───── DATA EXCERPTS

"""Budget data for estimation: prices and budget shares of T observations over n items.

An observation is one household, one period, or one household in one period: its prices
``p_t``, its budget shares ``w_t`` (spending on each item over total spending), its total
expenditure ``m_t`` and a survey weight ``omega_t`` (1 when the data are not weighted). Every
observation has the same n items in the same order.

Checks (each names the observation and item): prices finite and above zero, shares in [0, 1]
and summing to one within 1e-6 (or divided by their sum on request, with a notice), total
expenditure and weights finite and above zero, at least two items, and no item with a zero share
in every observation (its equation would have nothing to fit).
"""

from __future__ import annotations

from dataclasses import dataclass, field

import numpy as np
import numpy.typing as npt
from numpy.typing import NDArray

from .. import _checks
from .._checks import ADDING_UP_TOLERANCE
from ..errors import InvalidInput
from ..preferences.base import Notice, converted_notices

Matrix = NDArray[np.float64]
Vector = NDArray[np.float64]


def _matrix(name: str, values: npt.ArrayLike, shape: tuple[int, int] | None = None) -> Matrix:
    try:
        arr = np.asarray(values, dtype=np.float64)
    except (TypeError, ValueError) as exc:
        raise InvalidInput(name, "must be a table of numbers, one row per observation") from exc
    if arr.ndim != 2:
        raise InvalidInput(name, "must be a table with one row per observation and one column per "
                           f"item, got {arr.ndim} dimensions")
    if shape is not None and arr.shape != shape:
        raise InvalidInput(name, f"must have {shape[0]} rows and {shape[1]} columns (one per "
                           f"observation and item), got {arr.shape[0]} by {arr.shape[1]}")
    bad = np.argwhere(~np.isfinite(arr))
    if bad.size:
        t, i = (int(v) for v in bad[0])
        raise InvalidInput(name, "must be a finite number (not NaN or infinity)", (t, i))
    return arr


def _per_observation(name: str, values: npt.ArrayLike, size: int, what: str) -> Vector:
    try:
        arr = np.asarray(values, dtype=np.float64)
    except (TypeError, ValueError) as exc:
        raise InvalidInput(name, "must be a list of numbers, one per observation") from exc
    if arr.shape != (size,):
        raise InvalidInput(name, f"must hold {size} values, one per observation, got shape "
                           f"{arr.shape}")
    bad = np.flatnonzero(~np.isfinite(arr) | (arr <= 0.0))
    if bad.size:
        t = int(bad[0])
        raise InvalidInput(name, f"{what} must be a finite number above zero, got {arr[t]!r}", t)
    return arr


@dataclass(frozen=True)
class Panel:
    """Checked budget data; build it with :meth:`checked`.

    ``prices`` and ``shares`` are T by n, ``expenditure`` and ``weights`` have T entries.
    """

    prices: Matrix
    shares: Matrix
    expenditure: Vector
    weights: Vector
    notices: tuple[Notice, ...] = field(default=())

    @property
    def n_obs(self) -> int:
        return int(self.prices.shape[0])

    @property
    def n_items(self) -> int:
        return int(self.prices.shape[1])

    @property
    def log_prices(self) -> Matrix:
        return np.log(self.prices)

    @property
    def log_expenditure(self) -> Vector:
        return np.log(self.expenditure)

    @property
    def weighted(self) -> bool:
        return bool(np.any(self.weights != self.weights[0]))

    def mean_point(self) -> tuple[Vector, float]:
        """The weighted geometric means of prices and of total expenditure, as logarithms."""
        w = self.weights / self.weights.sum()
        return w @ self.log_prices, float(w @ self.log_expenditure)

    @classmethod
    def checked(
        cls,
        prices: npt.ArrayLike,
        shares: npt.ArrayLike,
        expenditure: npt.ArrayLike,
        weights: npt.ArrayLike | None = None,
        *,
        normalise: bool = False,
        unit: str = "fraction",
    ) -> Panel:
        """Check the data; with ``normalise`` shares not summing to one are divided by their sum.
        Shares given in another ``unit`` (``percent``, ``per_mille``) are divided by 100 or 1000
        first, with a notice.

        Raises :class:`InvalidInput` naming ``prices``, ``shares`` (index ``(t, i)``, or ``(t,)``
        for a row sum), ``expenditure`` or ``weights`` (index ``t``), or ``items`` (index ``i``).
        """
        p = _matrix("prices", prices)
        t_obs, n = p.shape
        if t_obs == 0:
            raise InvalidInput("observations", "must hold at least one observation")
        if n < 2:
            raise InvalidInput("items", f"a demand system needs at least two items, got {n}")
        bad = np.argwhere(p <= 0.0)
        if bad.size:
            t, i = (int(v) for v in bad[0])
            raise InvalidInput("prices", f"must be greater than zero, got {p[t, i]!r}", (t, i))
        scale = _checks.share_scale(unit)
        given = _matrix("shares", shares, (t_obs, n))
        w = given / scale if scale != 1.0 else given
        bad = np.argwhere((w < 0.0) | (w > 1.0))
        if bad.size:
            t, i = (int(v) for v in bad[0])
            bound = "[0, 1]" if scale == 1.0 else f"[0, {scale:g}] (share_unit={unit})"
            hint = _checks.unit_hint(float(given[t].sum()), unit)
            raise InvalidInput("shares", f"a budget share must lie in {bound}, got "
                               f"{float(given[t, i])!r}{hint}", (t, i))
        m = _per_observation("expenditure", expenditure, t_obs, "total expenditure")
        omega = (np.ones(t_obs) if weights is None
                 else _per_observation("weights", weights, t_obs, "a survey weight"))
        totals = w.sum(axis=1)
        gap = np.abs(totals - 1.0)
        notices: tuple[Notice, ...] = converted_notices("The budget shares", unit)
        if normalise:
            bad_t = np.flatnonzero(totals <= 0.0)
            if bad_t.size:
                raise InvalidInput("shares", "the shares of an observation must not all be zero",
                                   (int(bad_t[0]),))
            changed = int(np.count_nonzero(gap > 0.0))
            if changed:
                w = w / totals[:, None]
                worst = int(np.argmax(gap))
                notices += (Notice(
                    "shares_normalised",
                    f"The shares of {changed} of {t_obs} observations did not sum to 1 (largest "
                    f"gap {gap[worst]:.3g}, observation {worst}); as asked, each was divided by "
                    "its sum."),)
        else:
            bad_t = np.flatnonzero(gap > ADDING_UP_TOLERANCE)
            if bad_t.size:
                t = int(bad_t[0])
                total = float(totals[t] * scale)
                raise InvalidInput(
                    "shares", f"the budget shares of an observation: {_checks.sum_rule(unit)}; "
                    f"they sum to {total:.10g}{_checks.unit_hint(total, unit)} (set "
                    "normalise_shares to divide them by their sum)", (t,))
        empty = np.flatnonzero(np.all(w == 0.0, axis=0))
        if empty.size:
            raise InvalidInput("items", "this item has a zero share in every observation, so "
                               "its demand cannot be estimated; leave it out", int(empty[0]))
        return cls(prices=p, shares=w, expenditure=m, weights=omega, notices=notices)

    @classmethod
    def from_spending(
        cls,
        prices: npt.ArrayLike,
        spending: npt.ArrayLike,
        weights: npt.ArrayLike | None = None,
    ) -> Panel:
        """The data from money spent on each item (``shares`` in errors, as the spending
        stands in for them): shares are spending over its total, the total is the expenditure.
        """
        p = _matrix("prices", prices)
        spend = _matrix("shares", spending, p.shape)
        bad = np.argwhere(spend < 0.0)
        if bad.size:
            t, i = (int(v) for v in bad[0])
            raise InvalidInput("shares", f"spending must not be negative, got {spend[t, i]!r}",
                               (t, i))
        if not np.all(p > 0.0):
            t, i = (int(v) for v in np.argwhere(p <= 0.0)[0])
            raise InvalidInput("prices", f"must be greater than zero, got {p[t, i]!r}", (t, i))
        total = spend.sum(axis=1)
        empty = np.flatnonzero(total <= 0.0)
        if empty.size:
            raise InvalidInput("shares", "the spending on every item of this observation is "
                               "zero: there is no budget to share", (int(empty[0]),))
        return cls.checked(p, spend / total[:, None], total, weights)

──────────

*WORK TASK:* The records above are to be duplicated word for word.

*RESPONSE TO THE TASK:*
"""Budget data for estimation: prices and budget shares of T observations over n items.

An observation is one household, one period, or one household in one period: its prices
``p_t``, its budget shares ``w_t`` (spending on each item over total spending), its total
expenditure ``m_t`` and a survey weight ``omega_t`` (1 when the data are not weighted). Every
observation has the same n items in the same order.

Checks (each names the observation and item): prices finite and above zero, shares in [0, 1]
and summing to one within 1e-6 (or divided by their sum on request, with a notice), total
expenditure and weights finite and above zero, at least two items, and no item with a zero share
in every observation (its equation would have nothing to fit).
"""

from __future__ import annotations

from dataclasses import dataclass, field

import numpy as np
import numpy.typing as npt
from numpy.typing import NDArray

from .. import _checks
from .._checks import ADDING_UP_TOLERANCE
from ..errors import InvalidInput
from ..preferences.base import Notice, converted_notices

Matrix = NDArray[np.float64]
Vector = NDArray[np.float64]


def _matrix(name: str, values: npt.ArrayLike, shape: tuple[int, int] | None = None) -> Matrix:
    try:
        arr = np.asarray(values, dtype=np.float64)
    except (TypeError, ValueError) as exc:
        raise InvalidInput(name, "must be a table of numbers, one row per observation") from exc
    if arr.ndim != 2:
        raise InvalidInput(name, "must be a table with one row per observation and one column per "
                           f"item, got {arr.ndim} dimensions")
    if shape is not None and arr.shape != shape:
        raise InvalidInput(name, f"must have {shape[0]} rows and {shape[1]} columns (one per "
                           f"observation and item), got {arr.shape[0]} by {arr.shape[1]}")
    bad = np.argwhere(~np.isfinite(arr))
    if bad.size:
        t, i = (int(v) for v in bad[0])
        raise InvalidInput(name, "must be a finite number (not NaN or infinity)", (t, i))
    return arr


def _per_observation(name: str, values: npt.ArrayLike, size: int, what: str) -> Vector:
    try:
        arr = np.asarray(values, dtype=np.float64)
    except (TypeError, ValueError) as exc:
        raise InvalidInput(name, "must be a list of numbers, one per observation") from exc
    if arr.shape != (size,):
        raise InvalidInput(name, f"must hold {size} values, one per observation, got shape "
                           f"{arr.shape}")
    bad = np.flatnonzero(~np.isfinite(arr) | (arr <= 0.0))
    if bad.size:
        t = int(bad[0])
        raise InvalidInput(name, f"{what} must be a finite number above zero, got {arr[t]!r}", t)
    return arr


@dataclass(frozen=True)
class Panel:
    """Checked budget data; build it with :meth:`checked`.

    ``prices`` and ``shares`` are T by n, ``expenditure`` and ``weights`` have T entries.
    """

    prices: Matrix
    shares: Matrix
    expenditure: Vector
    weights: Vector
    notices: tuple[Notice, ...] = field(default=())

    @property
    def n_obs(self) -> int:
        return int(self.prices.shape[0])

    @property
    def n_items(self) -> int:
        return int(self.prices.shape[1])

    @property
    def log_prices(self) -> Matrix:
        return np.log(self.prices)

    @property
    def log_expenditure(self) -> Vector:
        return np.log(self.expenditure)

    @property
    def weighted(self) -> bool:
        return bool(np.any(self.weights != self.weights[0]))

    def mean_point(self) -> tuple[Vector, float]:
        """The weighted geometric means of prices and of total expenditure, as logarithms."""
        w = self.weights / self.weights.sum()
        return w @ self.log_prices, float(w @ self.log_expenditure)

    @classmethod
    def checked(
        cls,
        prices: npt.ArrayLike,
        shares: npt.ArrayLike,
        expenditure: npt.ArrayLike,
        weights: npt.ArrayLike | None = None,
        *,
        normalise: bool = False,
        unit: str = "fraction",
    ) -> Panel:
        """Check the data; with ``normalise`` shares not summing to one are divided by their sum.
        Shares given in another ``unit`` (``percent``, ``per_mille``) are divided by 100 or 1000
        first, with a notice.

        Raises :class:`InvalidInput` naming ``prices``, ``shares`` (index ``(t, i)``, or ``(t,)``
        for a row sum), ``expenditure`` or ``weights`` (index ``t``), or ``items`` (index ``i``).
        """
        p = _matrix("prices", prices)
        t_obs, n = p.shape
        if t_obs == 0:
            raise InvalidInput("observations", "must hold at least one observation")
        if n < 2:
            raise InvalidInput("items", f"a demand system needs at least two items, got {n}")
        bad = np.argwhere(p <= 0.0)
        if bad.size:
            t, i = (int(v) for v in bad[0])
            raise InvalidInput("prices", f"must be greater than zero, got {p[t, i]!r}", (t, i))
        scale = _checks.share_scale(unit)
        given = _matrix("shares", shares, (t_obs, n))
        w = given / scale if scale != 1.0 else given
        bad = np.argwhere((w < 0.0) | (w > 1.0))
        if bad.size:
            t, i = (int(v) for v in bad[0])
            bound = "[0, 1]" if scale == 1.0 else f"[0, {scale:g}] (share_unit={unit})"
            hint = _checks.unit_hint(float(given[t].sum()), unit)
            raise InvalidInput("shares", f"a budget share must lie in {bound}, got "
                               f"{float(given[t, i])!r}{hint}", (t, i))
        m = _per_observation("expenditure", expenditure, t_obs, "total expenditure")
        omega = (np.ones(t_obs) if weights is None
                 else _per_observation("weights", weights, t_obs, "a survey weight"))
        totals = w.sum(axis=1)
        gap = np.abs(totals - 1.0)
        notices: tuple[Notice, ...] = converted_notices("The budget shares", unit)
        if normalise:
            bad_t = np.flatnonzero(totals <= 0.0)
            if bad_t.size:
                raise InvalidInput("shares", "the shares of an observation must not all be zero",
                                   (int(bad_t[0]),))
            changed = int(np.count_nonzero(gap > 0.0))
            if changed:
                w = w / totals[:, None]
                worst = int(np.argmax(gap))
                notices += (Notice(
                    "shares_normalised",
                    f"The shares of {changed} of {t_obs} observations did not sum to 1 (largest "
                    f"gap {gap[worst]:.3g}, observation {worst}); as asked, each was divided by "
                    "its sum."),)
        else:
            bad_t = np.flatnonzero(gap > ADDING_UP_TOLERANCE)
            if bad_t.size:
                t = int(bad_t[0])
                total = float(totals[t] * scale)
                raise InvalidInput(
                    "shares", f"the budget shares of an observation: {_checks.sum_rule(unit)}; "
                    f"they sum to {total:.10g}{_checks.unit_hint(total, unit)} (set "
                    "normalise_shares to divide them by their sum)", (t,))
        empty = np.flatnonzero(np.all(w == 0.0, axis=0))
        if empty.size:
            raise InvalidInput("items", "this item has a zero share in every observation, so "
                               "its demand cannot be estimated; leave it out", int(empty[0]))
        return cls(prices=p, shares=w, expenditure=m, weights=omega, notices=notices)

    @classmethod
    def from_spending(
        cls,
        prices: npt.ArrayLike,
        spending: npt.ArrayLike,
        weights: npt.ArrayLike | None = None,
    ) -> Panel:
        """The data from money spent on each item (``shares`` in errors, as the spending
        stands in for them): shares are spending over its total, the total is the expenditure.
        """
        p = _matrix("prices", prices)
        spend = _matrix("shares", spending, p.shape)
        bad = np.argwhere(spend < 0.0)
        if bad.size:
            t, i = (int(v) for v in bad[0])
            raise InvalidInput("shares", f"spending must not be negative, got {spend[t, i]!r}",
                               (t, i))
        if not np.all(p > 0.0):
            t, i = (int(v) for v in np.argwhere(p <= 0.0)[0])
            raise InvalidInput("prices", f"must be greater than zero, got {p[t, i]!r}", (t, i))
        total = spend.sum(axis=1)
        empty = np.flatnonzero(total <= 0.0)
        if empty.size:
            raise InvalidInput("shares", "the spending on every item of this observation is "
                               "zero: there is no budget to share", (int(empty[0]),))
        return cls.checked(p, spend / total[:, None], total, weights)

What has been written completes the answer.